A Reference Architecture for Embedding Quantum Software Into Enterprise Systems
Quantum computing promises a remarkable performance boost for certain applications, including computational intensive problems addressed by enterprise systems. However, software architectures of enterprise systems must consider specific characteristics and quality attributes when collaborating with quantum computing services. Hence, this paper presents a modular reference architecture for embedding quantum software into enterprise systems. Its building blocks consist of loosely coupled and distributed services that implement both quantum-independent and quantum-specific tasks. Although these services either depend on the business domain or the selected quantum algorithm, their orchestration forms a stable and reusable pipeline, specified as an executable BPMN model. For demonstration and evaluation purposes, the proposed reference architecture is utilized in two case studies addressing combinatorial challenges from the field of operations research.
💡 Research Summary
This paper addresses the growing interest in leveraging quantum computing’s potential for solving complex, computationally intensive problems within enterprise systems, such as supply chain optimization or financial portfolio management. The core challenge lies in the seamless integration of emerging, often unstable quantum computing resources with established, robust enterprise software architectures. The authors argue that ad-hoc integration is insufficient and propose a structured, reusable reference architecture to bridge this gap.
The proposed solution is a two-layered reference architecture. The first layer is a Quantum Orchestration Pipeline, modeled using the Business Process Model and Notation (BPMN). This pipeline defines a stable sequence of six quantum-specific tasks required to execute a quantum algorithm via Quantum-Computing-as-a-Service (QCaaS): Problem Mapping (translating business data into formal models), Circuit Generation, Device Selection, Circuit Refinement (e.g., parameter optimization for QAOA), Circuit Execution, and Solution Mapping (interpreting quantum results back to the business domain). This BPMN model provides a clear, executable blueprint for the workflow that is independent of any specific business problem or quantum algorithm.

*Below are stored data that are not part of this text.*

def _serve_forever(argv: list[str] | None = None) -> int:
    """``python tests/drivers/scpi_emulator.py --port P --status FILE``: the instrument as a process
    of its own (a test kills it mid-sweep); its output state goes to FILE (JSON lines, 20 a second)."""
    import argparse
    import json
    import signal

    p = argparse.ArgumentParser()
    p.add_argument("--port", type=int, default=0)
    p.add_argument("--status", required=True)
    args = p.parse_args(argv)
    stop = threading.Event()
    signal.signal(signal.SIGTERM, lambda *_: stop.set())
    with ScpiEmulator(port=args.port) as emu, open(args.status, "a", encoding="utf-8") as fh:
        print(f"scpi emulator on port {emu.port}", flush=True)
        while not stop.is_set():
            st = emu.state
            fh.write(json.dumps({"time": time.time(), "output": st.output, "freq_hz": st.freq_hz,
                                 "peak_v": st.peak_v, "commands": len(emu.received)}) + "\n")
            fh.flush()
            stop.wait(0.05)
    return 0


if __name__ == "__main__":
    raise SystemExit(_serve_forever())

The second layer is a Modular Service Architecture that physically implements the pipeline’s tasks. It is composed of loosely coupled, distributed microservices, each responsible for a single task (e.g., a dedicated “Circuit Generation Service”). An orchestrator component manages the workflow by interpreting the BPMN model, dispatching tasks to the appropriate services via asynchronous messaging, and tracking the state of each execution. This design directly addresses key quality attributes: Modularity and Maintainability through separation of concerns, allowing domain and quantum experts to work independently. Multi-Platform Compatibility is achieved as services can be implemented in different technologies (e.g., Java/Spring for business logic, Python/Qiskit for quantum tasks). Availability and Scalability concerns are mitigated by the asynchronous, non-blocking communication pattern, which handles unpredictable quantum device queue times and execution durations. Adaptability is built-in through interchangeable services and the novel application of the Strategy design pattern for algorithm selection, enabling runtime switching between different quantum or classical solvers. Finally, the entire pipeline’s Reusability across different business domains is a primary goal.
The architecture is evaluated through two case studies addressing combinatorial optimization problems from operations research. These demonstrations show how the reference architecture can be instantiated for concrete use cases, validating its practicality and effectiveness. The paper positions this work as a significant contribution to Quantum Software Engineering (QSE), providing a much-needed design framework for building hybrid quantum-classical enterprise applications that are robust, maintainable, and ready to evolve with the rapidly advancing quantum computing ecosystem.